Not because what was done to dedicate a child to God through baptism was a bad thing. We believe in parental dedications, and celebrate them often. We simply believe that baptism is not the best biblical method of doing this. If you have been baptized as an infant, know that your immersion as a believer in no way invalidates the faith your parents demonstrated when they dedicated you to God. Rather, it completes their dedication as you make their faith your own public commitment.
Baptism is a way of affirming the faith which led to your infant baptism, and making it personal and public yourself.
Now, what is God’s word to those of us who have been baptized as believers by immersion? The Lord wants you to understand why you did what you did. He wants you to know that your baptism did not save your soul—it just got you wet. If you have not asked Jesus Christ to forgive your sins and become your Savior, you need to make that crucial decision today. Baptism tells people you are a Christian—it does not make you one.
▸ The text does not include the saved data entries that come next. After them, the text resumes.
//! Goes to a place of the sheet, wherever on the page it can be entered.

use super::columns::COLUMNS;
use super::conditions::{self, Group};
use super::field::control_id;
use super::grid::Cell;
use super::state::Page;
use crate::browser::page as window;
use crate::working::{Holder, Place};
use leptos::prelude::*;

/// Puts the focus where `place` is entered, and opens what is closed around it.
pub(super) fn place(page: Page, place: Place) {
    page.is_margin_open.set(false);
    match place.holder {
        Holder::Sheet => {
            if let Some(group) = Group::of(place.field) {
                conditions::open(page, group, Some(place.field));
            }
        }
        Holder::Source(_) => window::focus_soon(control_id(place)),
        Holder::Feeder(row) => {
            let column = COLUMNS
                .iter()
                .position(|column| column.field() == Some(place.field));
            match column {
                Some(column) => window::focus_soon(Cell { row, column }.id()),
                None => {
                    page.form.set(Some(row));
                    window::focus_soon(control_id(place));
                }
            }
        }
    }
}
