/// Some test the corrected column at 100 per cent of the current only: where that gives another size, it is said.
fn note_other_reading(
    input: &RunInput,
    plain: Current,
    needed: Current,
    taken: WireSize,
    notes: &mut Vec<MarginNote>,
) {
    if !matches!(input.surrounding, Surrounding::Field { .. }) {
        return;
    }
    if let ConductorChoice::Chosen { size, .. } = choose(input, needed, plain)
        && size != taken
    {
        notes.push(MarginNote::new(
            Grade::Note,
            Field::Run(input.run, RunField::Size),
            NoteKind::SizeAtHundredPerCent {
                run: input.run,
                size,
                taken,
            },
        ));
    }
}

fn drop_of(
    input: &RunInput,
    demand: &Demand,
    size: WireSize,
    notes: &mut Vec<MarginNote>,
) -> Option<Arc<Figure>> {
    let length = input.length.as_ref()?;
    let cell =
        impedance_row(size).and_then(|row| row.impedance(input.metal.value, input.conduit.value));
    let Some(impedance) = cell else {
        notes.push(MarginNote::new(
            Grade::Note,
            Field::Run(input.run, RunField::Size),
            NoteKind::DropUnknown {
                run: input.run,
                size,
            },
        ));
        return None;
    };
    let row = || Term::constant("size", size);
    let resistance = Arc::new(rules::TABLE_9_RESISTANCE.figure(impedance.resistance, [row()]));
    let reactance = Arc::new(rules::TABLE_9_REACTANCE.figure(impedance.reactance, [row()]));
    let cosphi = &input.power_factor;
    let sinphi = Arc::new(
        rules::REACTIVE_FACTOR.figure(reactive_factor(cosphi.value), [cosphi.term("cosphi")]),
    );
    let drop = voltage_drop(
        Phases::Three,
        demand.carried.value,
        cosphi.value,
        DropRun {
            resistance: impedance.resistance,
            reactance: impedance.reactance,
            length: length.value,
            sets: input.sets.value,
        },
    );
    Some(Arc::new(rules::VOLTAGE_DROP.figure(
        drop,
        [
            demand.carried.term("I"),
            Term::of("R", &resistance),
            cosphi.term("cosphi"),
            Term::of("X", &reactance),
            Term::of("sinphi", &sinphi),
            length.term("L"),
            input.sets.term("n"),
        ],
    )))
}

/// Heat of a run inside; runs in the field warm something else.
fn heat_of(input: &RunInput, demand: &Demand, size: WireSize) -> Option<Arc<Figure>> {
    if !matches!(input.surrounding, Surrounding::Inside { .. }) {
        return None;
    }
    let length = input.length.as_ref()?;
    let resistance = conductor_row(size)?.resistance(input.metal.value);
    let cell =
        Arc::new(rules::TABLE_8_RESISTANCE.figure(resistance, [Term::constant("size", size)]));
    let heat: Power = run_loss(
        demand.carried.value,
        resistance,
        length.value,
        input.sets.value,
    );
    Some(Arc::new(rules::RUN_HEAT.figure(
        heat,
        [
            demand.carried.term("I"),
            Term::of("R", &cell),
            length.term("L"),
            input.sets.term("n"),
        ],
    )))
}

/// The demand of a conductor which carries one current: 125 per cent of it, by `rule`.
pub fn demand_of(
    rule: &'static crate::working::Rule,
    symbol: &'static str,
    current: &Given<Current>,
) -> Demand {
    let ampacity = crate::physics::circuit::share_of(CONTINUOUS, current.value);
    Demand {
        ampacity: Arc::new(rule.figure(ampacity, [current.term(symbol)])),
        plain: current.value,
        carried: current.clone(),
    }
}

/// The 125 per cent of Article 430.
pub(crate) const CONTINUOUS: Ratio = Ratio::of_one(1.25);

/// The rows of ampacity tables from memory on which a run rests: whether it is inside, and the field cell's origin.
pub fn cells_from_memory(conductors: &Conductors) -> Option<(bool, WireSize)> {
    let size = conductors.installed()?;
    match conductors.input.surrounding {
        Surrounding::Inside { .. } => Some((true, size)),
        Surrounding::Field { .. } => ampacity_row(size)
            .filter(|row| row.known == crate::working::Known::FromMemory)
            .map(|_| (false, size)),
    }
}

impl Conductors {
    /// Whether the installed size was entered.
    pub fn is_entered(&self) -> bool {
        self.size.as_ref().is_some_and(|figure| {
            figure
                .terms
                .iter()
                .any(|term| matches!(term.origin, Origin::Entered(Field::Run(_, RunField::Size))))
        })
    }
}
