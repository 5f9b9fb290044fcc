//! The page: components and signals over one document with its history.
//!
//! Here: what is shown and what a key or a click does. Not here: sentences (`words`), arithmetic, and the browser's own
//! interfaces (`browser`). A component is a function from signals to markup. Start with [`start`].

mod bar;
mod columns;
mod conditions;
mod demos;
mod feeders;
mod field;
mod figure;
mod form;
mod go_to;
mod grid;
mod keep;
mod keys;
mod ledger;
mod margin;
mod markup;
mod names;
mod notes;
mod print;
mod shared;
mod shown;
mod spot;
mod state;
mod strip;
mod summary;

use crate::browser::page::{self as window, Event};
use crate::browser::{self, files, panic};
use crate::words::page;
use conditions::Group;
use leptos::prelude::*;
use margin::Way;
use markup::{Markup, button, several, tag};
use state::Page;

/// Puts the page into its place and starts it.
pub fn start() {
    panic::watch(keep::RESCUE);
    let Some(place) = window::element("app") else {
        return;
    };
    leptos::mount::mount_to(place, sheet).forget();
    // The page itself does not scroll: keys which scroll are to reach the part which does.
    window::focus(PAD);
}

/// Where the working strip belongs to: a single letter is a command there alone, lest a spoken word be taken for one.
const READ_FROM: [&str; 5] = ["#strip", ".grid", ".ledger", ".totals", ".figures"];

/// The id of the part which scrolls.
const PAD: &str = "pad";

fn sheet() -> AnyView {
    let page = Page::start();
    watch(page);
    let pad = tag("DIV")
        .class("pad")
        .id(PAD)
        .set("tabindex", "-1")
        .child(conditions::conditions(page, Group::Title))
        .child(summary::cautions(page))
        .child(summary::welcome(page))
        .with(
            section("supply", page::heading_supply())
                .child(conditions::conditions(page, Group::Supply))
                .child(summary::ink_key()),
        )
        .child(feeders::feeders(page))
        .with(
            section("incoming", page::heading_incoming())
                .child(conditions::conditions(page, Group::Incoming))
                .child(summary::panel_figures(page)),
        )
        .with(
            section("enclosure", page::heading_enclosure())
                .child(conditions::conditions(page, Group::Enclosure))
                .with(
                    tag("DIV")
                        .class("two")
                        .child(ledger::ledger(page))
                        .child(ledger::air(page)),
                )
                .child(ledger::sources(page)),
        )
        .with(
            section("summary", page::heading_summary())
                .child(summary::assumptions(page))
                .with(
                    tag("DIV")
                        .class("tools")
                        .with(button(window::print).class("main").text(page::print()))
                        .with(tag("SMALL").text(page::print_page_numbers())),
                )
                .with(tag("P").class("version").say(format!(
                    "{} {}",
                    page::program(),
                    window::build()
                ))),
        );
    several(vec![
        bar::bar(page),
        tag("MAIN")
            .class("sheet")
            .with(pad)
            .child(margin::margin(page))
            .done(),
        strip::strip(page),
        summary::keys(),
        tag("P")
            .class("unseen")
            .id("aloud")
            .set("role", "status")
            .set("aria-live", "polite")
            .live_text(move || page.aloud.get())
            .done(),
        tag("DIV").id(print::PAPER).class("paper").done(),
    ])
}

/// A part of the sheet with its heading.
fn section(id: &'static str, heading: &'static str) -> Markup {
    let head = format!("{id}-head");
    tag("SECTION")
        .id(id)
        .put("aria-labelledby", head.clone())
        .with(
            tag("H2")
                .put("id", head)
                .set("tabindex", "-1")
                .text(heading),
        )
}

/// Listens to what happens outside of any component.
fn watch(page: Page) {
    page.peek(|document| window::set_title(&names::title(document)));
    page.keeping.watch_other_tabs();
    browser::on_next_frame(move || page.keeping.runs());
    browser::on_window("keydown", move |event| on_key(page, &event));
    browser::on_window("beforeprint", move |_| print::lay_out(page));
    browser::on_window("afterprint", move |_| print::clear_away());
    browser::on_window("dragover", |event| event.prevent_default());
    browser::on_window("drop", move |event| {
        event.prevent_default();
        files::read_dropped(&event, bar::LARGEST_FILE, move |picked| {
            bar::open(page, picked);
        });
    });
    browser::on_window("beforeunload", move |event| {
        if page.peek(|document| page.keeping.would_lose(document)) {
            event.prevent_default();
        }
    });
}

fn is_read_from() -> bool {
    READ_FROM
        .into_iter()
        .any(|part| window::focused_within(part).is_some())
}

/// Keys which work everywhere.
fn on_key(page: Page, event: &Event) {
    let Some(key) = window::key(event) else {
        return;
    };
    let name = key.name.to_lowercase();
    match (name.as_str(), key.control, key.shift) {
        ("f8", false, false) => margin::step(page, Way::On),
        ("f8", false, true) => margin::step(page, Way::Back),
        ("s", true, false) => bar::save(page),
        ("o", true, false) => bar::choose_file(),
        // Within a control these keys are the browser's own.
        _ if window::is_entering() => return,
        ("z", true, false) => page.undo(),
        ("y", true, false) | ("z", true, true) => page.redo(),
        ("p", false, false) if !key.alt && is_read_from() => {
            strip::pin(page);
        }
        _ => return,
    }
    event.prevent_default();
}
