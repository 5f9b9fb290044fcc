//! What keys, clicks and focus mean in the feeder list.
//!
//! A cell is either walked over or edited. Walking, the focus is on the cell; editing, it is on the control in it.

use super::columns::{COLUMNS, Content};
use super::feeders::{self, Command};
use super::field::{choose, is_taken, text_to_edit};
use super::grid::{Cell, EDITOR, Editing, How, go_to, mark, rows};
use super::spot;
use super::state::Page;
use crate::browser::page::{self as window, Event, EventTarget, Key};
use crate::sheet::{Edit, Shape, spec};
use crate::words::page;
use leptos::prelude::*;

/// Rows which Page Up and Page Down go.
const PAGE: usize = 10;

/// Where to go from a cell.
#[derive(Clone, Copy)]
enum Step {
    Up(usize),
    Down(usize),
    Left,
    Right,
    RowStart,
    RowEnd,
    GridStart,
    GridEnd,
}

/// A key was pressed somewhere in the grid.
pub(super) fn on_key(page: Page, event: &Event) {
    let Some(key) = window::key(event) else {
        return;
    };
    let is_handled = if page.editing.with_untracked(Option::is_some) {
        while_editing(page, &key)
    } else if let Some(cell) = page.cursor.get_untracked() {
        while_walking(page, cell, &key)
    } else {
        false
    };
    if is_handled {
        window::take(event);
    }
}

/// The focus came to something in the grid.
pub(super) fn on_focus(page: Page, target: Option<EventTarget>) {
    let Some(cell) = cell_of(target) else {
        return;
    };
    mark(page, cell);
    page.spot
        .set(cell.column().and_then(|column| match cell.place() {
            Some(place) => Some(super::field::spot_of(page, place)),
            None => page.worked.with_untracked(|worked| {
                column.spot(cell.row, spot::feeder(worked, cell.row).map(AsRef::as_ref))
            }),
        }));
}

/// The focus leaves something in the grid: what was being edited is taken.
pub(super) fn on_leave(page: Page, target: Option<EventTarget>) {
    let is_editor = window::nearest(target, "#cell-editor").is_some();
    // Going to another window and back is no reason to take a half-typed text.
    if is_editor && window::has_focus() {
        take(page);
    }
}

/// The mouse goes down somewhere in the grid.
pub(super) fn on_press(page: Page, target: Option<EventTarget>) {
    let cell = cell_of(target);
    let is_there = cell.is_some_and(|cell| window::focused_within("td, th") == Some(cell.id()));
    page.pressed.set_value(cell.filter(|_| is_there));
}

/// A click on the cell which had the focus already edits it.
pub(super) fn on_click(page: Page, target: Option<EventTarget>) {
    let pressed = page.pressed.get_value();
    if page.editing.with_untracked(Option::is_none)
        && let Some(cell) = cell_of(target).filter(|cell| Some(*cell) == pressed)
    {
        begin(page, cell, None);
    }
}

/// Takes what is being edited, as if the cell were left.
pub(super) fn finish(page: Page) {
    if let Some(editing) = page.editing.get_untracked() {
        take(page);
        go_to(page, editing.cell);
    }
}

/// A text is being typed.
pub(super) fn on_typing(page: Page, target: Option<EventTarget>) {
    if let (Some(editing), Some(text)) = (page.editing.get_untracked(), window::typed(target))
        && editing.how != How::List
    {
        page.keeping.typing(editing.place, &text);
    }
}

fn cell_of(target: Option<EventTarget>) -> Option<Cell> {
    let element = window::nearest(target, "[role=gridcell], [role=rowheader]")?;
    Cell::of_id(&element.id())
}

fn while_walking(page: Page, cell: Cell, key: &Key) -> bool {
    if let Some(command) = command(key) {
        feeders::run(page, command, cell);
        return true;
    }
    let step = match (key.name.as_str(), key.control, key.alt) {
        ("ArrowUp", false, false) => Step::Up(1),
        ("ArrowDown", false, false) => Step::Down(1),
        ("PageUp", false, false) => Step::Up(PAGE),
        ("PageDown", false, false) => Step::Down(PAGE),
        ("ArrowLeft", false, false) => Step::Left,
        ("ArrowRight", false, false) => Step::Right,
        ("Home", false, false) => Step::RowStart,
        ("End", false, false) => Step::RowEnd,
        ("Home", true, false) => Step::GridStart,
        ("End", true, false) => Step::GridEnd,
        ("Enter" | "F2", false, false) => {
            enter(page, cell);
            return true;
        }
        (" ", false, false) => {
            page.is_chain_open.update(|is_open| *is_open = !*is_open);
            return true;
        }
        ("Delete" | "Backspace", false, false) => return clear(page, cell),
        // An accent comes with the letter after it: the control has to be there to receive both.
        ("Dead" | "Process", false, _) => {
            begin(page, cell, Some(""));
            return false;
        }
        (name, false, false) if name.chars().count() == 1 => {
            let is_pin = name.eq_ignore_ascii_case("p") && cell.place().is_none();
            return !is_pin && begin(page, cell, Some(name));
        }
        _ => return false,
    };
    walk(page, cell, step);
    true
}

fn command(key: &Key) -> Option<Command> {
    match (key.name.as_str(), key.control, key.alt, key.shift) {
        ("ArrowUp", false, true, false) => Some(Command::MoveUp),
        ("ArrowDown", false, true, false) => Some(Command::MoveDown),
        ("Enter", true, false, false) => Some(Command::Add),
        ("Enter", true, false, true) => Some(Command::Duplicate),
        ("Delete" | "Backspace", true, false, false) => Some(Command::Delete),
        ("Enter", false, true, false) => Some(Command::Form),
        _ => None,
    }
}

/// Enter edits a field, and goes from a mark to its note.
fn enter(page: Page, cell: Cell) {
    let is_marks = cell
        .column()
        .is_some_and(|column| column.content == Content::Marks);
    if is_marks {
        super::margin::go_to_note_of(page, cell.row);
    } else if !begin(page, cell, None) {
        page.is_chain_open.set(true);
    }
}

/// Begins to edit a cell, with the key that was typed, or with its old text; gives whether it can be edited.
fn begin(page: Page, cell: Cell, typed: Option<&str>) -> bool {
    let Some(place) = cell.place() else {
        return false;
    };
    let is_choice = matches!(spec(place.field).shape, Shape::Choice(_));
    let (how, text) = match typed {
        Some(typed) => (How::Onward, typed.to_owned()),
        None if is_choice => (How::List, String::new()),
        None => (How::Whole, text_to_edit(page, place)),
    };
    page.editing.set(Some(Editing {
        cell,
        place,
        text,
        how,
    }));
    match how {
        How::Whole => window::focus_and_select_soon(EDITOR),
        How::Onward | How::List => window::focus_soon(EDITOR.to_owned()),
    }
    true
}

fn clear(page: Page, cell: Cell) -> bool {
    let Some(place) = cell.place() else {
        return false;
    };
    if page.edit(Edit::Clear(place)) {
        page.say(page::emptied(crate::words::label(place.field)));
    }
    true
}

fn while_editing(page: Page, key: &Key) -> bool {
    let Some(editing) = page.editing.get_untracked() else {
        return false;
    };
    // Keys which end the composing of a letter belong to the composing.
    if key.is_composing {
        return false;
    }
    let cell = editing.cell;
    let is_list = editing.how == How::List;
    let step = match (key.name.as_str(), key.shift) {
        ("Escape", _) => {
            page.editing.set(None);
            page.keeping.forget_typing();
            go_to(page, cell);
            return true;
        }
        ("Enter", false) => Step::Down(1),
        ("Enter", true) => Step::Up(1),
        ("ArrowDown", _) if !is_list => Step::Down(1),
        ("ArrowUp", _) if !is_list => Step::Up(1),
        ("Tab", is_back) => return leave_by_tab(page, cell, is_back),
        _ => return false,
    };
    if take(page) {
        walk(page, cell, step);
    } else {
        go_to(page, cell);
    }
    true
}

/// Takes what was typed and goes to the next field of the row; behind the last one, Tab leaves the grid.
fn leave_by_tab(page: Page, cell: Cell, is_back: bool) -> bool {
    let is_taken = take(page);
    let is_field = |column: &usize| {
        COLUMNS
            .get(*column)
            .is_some_and(|column| column.field().is_some())
    };
    let next = if is_back {
        (0..cell.column).rev().find(is_field)
    } else {
        (cell.column + 1..COLUMNS.len()).find(is_field)
    };
    match next {
        _ if !is_taken => go_to(page, cell),
        Some(column) => go_to(page, Cell { column, ..cell }),
        None => {
            // The cell has the focus while the browser looks for what comes after it.
            go_to(page, cell);
            return false;
        }
    }
    true
}

/// Ends the edit and takes what was typed or picked; gives whether it was taken.
fn take(page: Page) -> bool {
    let Some(editing) = page.editing.get_untracked() else {
        return true;
    };
    let typed = window::typed_in(EDITOR).unwrap_or_default();
    page.editing.set(None);
    match (editing.how, spec(editing.place.field).shape) {
        (How::List, Shape::Choice(offered)) => {
            page.edit(choose(editing.place, offered, &typed));
            true
        }
        // A text which was looked at and left as it was is no edit.
        (How::Whole, _) if typed == editing.text => {
            page.keeping.forget_typing();
            true
        }
        _ => is_taken(&page.enter(editing.place, &typed)),
    }
}

fn walk(page: Page, from: Cell, step: Step) {
    let rows = page.peek(rows);
    let last_column = COLUMNS.len().saturating_sub(1);
    let last_row = rows.len().saturating_sub(1);
    let row = rows.iter().position(|row| *row == from.row).unwrap_or(0);
    let column = from.column;
    let (row, column) = match step {
        Step::Up(by) => (row.saturating_sub(by), column),
        Step::Down(by) => ((row + by).min(last_row), column),
        Step::Left => (row, column.saturating_sub(1)),
        Step::Right => (row, (column + 1).min(last_column)),
        Step::RowStart => (row, 0),
        Step::RowEnd => (row, last_column),
        Step::GridStart => (0, 0),
        Step::GridEnd => (last_row, last_column),
    };
    if let Some(row) = rows.get(row) {
        go_to(page, Cell { row: *row, column });
    }
}
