/// What still counts at a place where a text was refused.
fn still(page: Page, place: Place) -> String {
    let entered = page.with(|document| {
        let record = document.sheet.record(place.holder)?;
        let entered = record.get(place.field)?;
        Some(words::entry_with_unit(place.field, entered, page.system()))
    });
    entered.map_or_else(String::new, |entered| {
        format!(" {}", page::still_counts(&entered))
    })
}

/// What a measured field takes; other fields say it by themselves.
fn accepted(field: Field, system: UnitSystem) -> Option<String> {
    match spec(field).shape {
        Shape::Measured { .. } | Shape::Count { .. } | Shape::Size => {
            Some(page::accepts(&words::accepted(field, system)))
        }
        Shape::Text { .. } | Shape::Choice(_) | Shape::Choices(_) => None,
    }
}

/// Why the text kept beside a field was not taken.
pub(super) fn why_refused(field: Field, text: &str, system: UnitSystem) -> String {
    match entry::read(field, system, text) {
        Err(refusal) => words::entry_refusal(&refusal),
        // It was being typed when the page ended, or the units were changed since.
        Ok(_) => page::typed_not_taken().to_owned(),
    }
}

fn with_symbol(field: Field, text: &str, system: UnitSystem) -> String {
    match words::field_unit(field, system) {
        Some(unit) => words::with_unit(text, unit),
        None => text.to_owned(),
    }
}

/// The text by which a place opens for editing: what was refused, or what was entered.
pub(super) fn text_to_edit(page: Page, place: Place) -> String {
    let system = untrack(|| page.system());
    page.peek(|document| {
        if let Some(draft) = document.drafts.get(&place) {
            return draft.clone();
        }
        let record = document.sheet.record(place.holder);
        record
            .and_then(|record| record.get(place.field))
            .map_or_else(String::new, |entered| {
                words::entry_to_edit(place.field, entered, system)
            })
    })
}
And the Father wants you to know that he expects you to live your faith as publicly as when you announced it through baptism. Every day is a baptistery; every person you meet is sitting in the congregation watching to see if you’ll enter the waters of faith. Who is the last lost person for whom you prayed? When last did you speak a spiritual word to someone? Invite someone to church? Invite someone to Christ? Who has been baptized because of you? Who will be in heaven because of you?
It took very little courage for me to be baptized on a Sunday while in high school. It took a great deal of courage for me to make public my faith in high school on Monday. It still does.
I think of Marilyn Davis, the stroke victim who came to Christ and was baptized in our church a few months ago. She covered her tracheotomy when I poured water over her head, because if water got in her lungs she could have died. I think of Sue White, the emphysema patient who was baptized in our church a few years ago. She wore her oxygen down the steps into the baptistery, took it off, was baptized, and put it back on.
I remember a woman I baptized in Cuba. Her husband carried her into the lake, so I assumed she could not swim. After I baptized her I handed her back to him. He picked her up out of the water. And then I saw that she had only one leg.
I think of a teenage girl I saw baptized in Malaysia. Her father told her if she was ever baptized as a Christian, she could never go home again. So she brought her luggage to her baptism.
When last did it cost you something to make your Sunday baptism public on Monday? There is no greater privilege, responsibility, or joy.